The Nambudiripad accordingly bedecked and bedraped himself with the coat and a shawl, with a cap, rings and gold studded sabots. Then, accompanied by Cherusheri and Kesavan Nambudiri, and escorted by a troop of servants and others who were assembled in group here and there on his route, he proceeded to the front of the verandah of the Puvarangu house. Panchu Menon immediately came down the steps, conducted the Nambudiripad into the great square hall, seated him in a capacious chair, and stood before him with all the ostentatious humility usually shown to kings.
"Does Indulekha’s villa adjoin this place?" asked the Nambudiripad.
"Yes, may it please you," answered Panchu Menon. "The villa is just outside the west gate of the south wing. But I think it would be well first to give notice of your gracious advent. Where’s Kesavan Nambudiri, I wonder?"
As he spoke, Kesavan Nambudiri came bustling in and, saying that he would be back in an instant after telling Indulekha, bustled out again.

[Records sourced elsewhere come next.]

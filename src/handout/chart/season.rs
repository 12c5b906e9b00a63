//! Snow, river, reservoir and canals through the chosen year, one small chart above the other.

use super::{AS_IT_WAS, Legend, MONTHS_PT, Plot, each, months, side_pt, side_words};
use crate::handout::flow::Block;
use crate::handout::model::{At, Ink, Node, Piece, Role};
use crate::handout::pen::{area, dashed, edged, hatch, line, straight};
use crate::picture::views::scene::{RunShown, Scene};
use crate::water::calendar::CalendarDay;
use crate::words::{Quantity, Words};

#[derive(Clone, Copy, PartialEq, Eq)]
enum Chart {
    Snow,
    River,
    Reservoir,
    Canals,
}

/// Between two plots.
const GAP: f64 = 7.0;
/// Room for the wedges under the river.
const WEDGES: f64 = 6.0;

impl Chart {
    fn title_id(self) -> &'static str {
        match self {
            Self::Snow => "term-snow-water.short",
            Self::River => "term-river.short",
            Self::Reservoir => "term-reservoir.short",
            Self::Canals => "picture-canals",
        }
    }

    fn quantity(self) -> Quantity {
        match self {
            Self::Snow => Quantity::SnowWater,
            Self::Reservoir => Quantity::StoredVolume,
            Self::River | Self::Canals => Quantity::Flow,
        }
    }

    fn of<'a>(self, run: &RunShown<'a>) -> &'a [f64] {
        match self {
            Self::Snow => run.snow_water_mm,
            Self::River => run.natural_flow_m3s,
            Self::Reservoir => run.reservoir.map_or(&[], |reservoir| reservoir.storage_hm3),
            Self::Canals => run.delivered_m3s,
        }
    }

    fn fill(self) -> Ink {
        match self {
            Self::Snow => Ink::Snow,
            Self::River | Self::Reservoir => Ink::WaterPale,
            Self::Canals => Ink::Crop,
        }
    }

    /// The top of the scale, in the unit of the values.
    fn greatest(self, scene: &Scene<'_>) -> f64 {
        let runs = [scene.was, scene.now];
        let most = match self {
            Self::Reservoir => {
                runs.iter().filter_map(|run| run.reservoir).map(|full| full.capacity_hm3).fold(0.0, f64::max)
            }
            _ => {
                runs.iter().flat_map(|run| self.of(run)).copied().filter(|value| value.is_finite()).fold(0.0, f64::max)
            }
        };
        if most > 0.0 { most } else { 1.0 }
    }
}

/// The charts in a box of that size, with `alt` as their words.
pub(in crate::handout) fn season(scene: &Scene<'_>, voices: &[&Words], width: f64, high: f64, alt: String) -> Block {
    let mut charts = vec![Chart::Snow, Chart::River];
    charts.extend(scene.now.reservoir.map(|_| Chart::Reservoir));
    if !scene.canals.is_empty() {
        charts.push(Chart::Canals);
    }
    let mut pieces = Vec::new();
    let side_wide = side_pt(voices);
    let mut legend = Legend::default();
    legend.runs(scene.changed(), voices);
    if scene.changed() {
        let lack = each(voices, |words| words.say("handout-less", &[])).join(" · ");
        legend.entry(&lack, |x, y, wide, high| {
            let corners = crate::handout::pen::corners(x, y, wide, high);
            vec![hatch(std::slice::from_ref(&corners), 2.6, 0.5, Ink::Lack), edged(vec![corners], None, 0.3, Ink::Lack)]
        });
    }
    let half = each(voices, |words| words.say("handout-half-mark", &[])).join(" · ");
    legend.entry(&half, |x, y, wide, high| {
        let middle = x + wide / 2.0;
        vec![area(vec![wedge(middle, y + 1.0, high - 1.0)], Ink::Water)]
    });
    let (drawn, legend_high) = legend.lay_out(side_wide, width - side_wide);
    pieces.extend(drawn);
    let count = charts.len() as f64;
    let each_high = (high - legend_high - MONTHS_PT - WEDGES - GAP * (count - 1.0)) / count;
    let mut top = legend_high;
    let mut last = None;
    for chart in charts {
        let days = scene.year.calendar.len().max(1) as f64;
        let plot = Plot {
            left: side_wide,
            top,
            wide: width - side_wide,
            high: each_high,
            across: (0.0, days),
            up: (0.0, chart.greatest(scene) * 1.04),
        };
        draw(&mut pieces, chart, &plot, scene);
        side(&mut pieces, chart, &plot, scene, voices);
        top += each_high + GAP;
        if chart == Chart::River {
            half_marks(&mut pieces, &plot, scene);
            top += WEDGES;
        }
        last = Some(plot);
    }
    if let Some(plot) = last {
        pieces.extend(months(&plot, &scene.year, voices));
    }
    Block::one(Node::of(Role::Figure(alt), pieces), high)
}

fn draw(pieces: &mut Vec<Piece>, chart: Chart, plot: &Plot, scene: &Scene<'_>) {
    let (was, now) = (chart.of(&scene.was), chart.of(&scene.now));
    pieces.push(area(plot.areas(now), chart.fill()));
    if scene.changed() && matches!(chart, Chart::Reservoir | Chart::Canals) {
        let lacking = lacking(plot, was, now);
        pieces.push(hatch(&lacking, 2.6, 0.5, Ink::Lack));
    }
    pieces.push(straight(At::new(plot.left, plot.foot()), At::new(plot.left + plot.wide, plot.foot()), 0.5, Ink::Rule));
    if let (Chart::Reservoir, Some(reservoir)) = (chart, scene.now.reservoir) {
        let y = plot.y(reservoir.capacity_hm3);
        pieces.push(dashed(
            vec![vec![At::new(plot.left, y), At::new(plot.left + plot.wide, y)]],
            0.4,
            Ink::Rule,
            (0.8, 1.6),
        ));
    }
    pieces.push(line(plot.runs(now), 1.3, Ink::Water));
    if scene.changed() {
        pieces.push(dashed(plot.runs(was), 0.85, Ink::Black, AS_IT_WAS));
    }
}

/// The areas between two lines where there is less than there was.
fn lacking(plot: &Plot, was: &[f64], now: &[f64]) -> Vec<Vec<At>> {
    let mut areas = Vec::new();
    let mut open: Vec<(f64, f64, f64)> = Vec::new();
    let mut close = |open: &mut Vec<(f64, f64, f64)>| {
        if open.len() > 1 {
            let over = open.iter().map(|(x, was, _)| plot.at(*x, *was));
            let under = open.iter().rev().map(|(x, _, now)| plot.at(*x, *now));
            areas.push(over.chain(under).collect());
        }
        open.clear();
    };
    for (day, (was, now)) in was.iter().zip(now).enumerate() {
        if was > now {
            open.push((day as f64 + 0.5, *was, *now));
        } else {
            close(&mut open);
        }
    }
    close(&mut open);
    areas
}

/// Name and scale at the left of a plot.
fn side(pieces: &mut Vec<Piece>, chart: Chart, plot: &Plot, scene: &Scene<'_>, voices: &[&Words]) {
    let top = chart.greatest(scene);
    let names = each(voices, |words| words.say(chart.title_id(), &[]));
    let scales = each(voices, |words| format!("0–{}", words.quantity(top, chart.quantity(), scene.units, 2)));
    pieces.extend(side_words(&names, &scales, plot.top, plot.left - 8.0));
    let x = plot.left;
    pieces.push(line(
        vec![
            vec![At::new(x, plot.y(0.0)), At::new(x, plot.y(top))],
            vec![At::new(x - 2.5, plot.y(top)), At::new(x, plot.y(top))],
        ],
        0.5,
        Ink::Rule,
    ));
}

/// Under the river: a full wedge on the day with half of the water past, an open one where it was.
fn half_marks(pieces: &mut Vec<Piece>, plot: &Plot, scene: &Scene<'_>) {
    let x = |day: CalendarDay| plot.x(f64::from(day.day_of_water_year) - 0.5);
    let day = |run: &RunShown<'_>| run.signs().and_then(|signs| signs.half_volume_date);
    let (was, now) = (day(&scene.was), day(&scene.now));
    let top = plot.foot() + 0.8;
    if let (Some(was), Some(now)) = (was, now)
        && scene.changed()
        && was != now
    {
        let level = top + 4.6;
        pieces.push(straight(At::new(x(was), level), At::new(x(now), level), 0.6, Ink::Lack));
    }
    if let Some(was) = was.filter(|_| scene.changed()) {
        pieces.push(edged(vec![wedge(x(was), top, 5.0)], Some(Ink::Paper), 0.7, Ink::Black));
    }
    if let Some(now) = now {
        pieces.push(area(vec![wedge(x(now), top, 5.4)], Ink::Water));
    }
}

fn wedge(x: f64, top: f64, high: f64) -> Vec<At> {
    let half = high * 0.72;
    vec![At::new(x, top), At::new(x + half, top + high), At::new(x - half, top + high)]
}

#[cfg(test)]
mod tests {
    use super::*;

    #[test]
    fn lack_is_where_there_is_less() {
        let plot = Plot { left: 0.0, top: 0.0, wide: 60.0, high: 10.0, across: (0.0, 6.0), up: (0.0, 10.0) };
        let areas = lacking(&plot, &[5.0, 5.0, 5.0, 5.0, 5.0, 5.0], &[6.0, 4.0, 3.0, 5.0, 1.0, 2.0]);
        assert_eq!(areas.len(), 2);
        assert_eq!(areas[0], [plot.at(1.5, 5.0), plot.at(2.5, 5.0), plot.at(2.5, 3.0), plot.at(1.5, 4.0)]);
    }
}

Indulekha was writing a letter when the Nambudiri reached her room and, warned by instinct that his arrival heralded a bitter hour of trial, she stopped abruptly and, rising, asked why she was favoured with his presence.
"He has finished eating," panted Kesavan Nambudiri. "He wants to see you, lndulekha. He and your grandfather are down below. May I ask him up?"
"Oh, let him come," said Indulekha.
"Remember, Indulekha, he is a very great Nambudiripad. Of course, you know quite well how you ought to speak to him."
"Indeed, I know nothing of the kind," said Indulekha. "I have not the slightest idea how to address him. Perhaps it would be better if he did not come to see me at all."
"Oh dear, oh dear," ejaculated Kesavan Nambudiri. "Speak to him just as you like, Indulekha."
"That is exactly what I intend to do," responded Indulekha, and Kesavan Nambudiri hastened away to invite the Nambudiripad upstairs.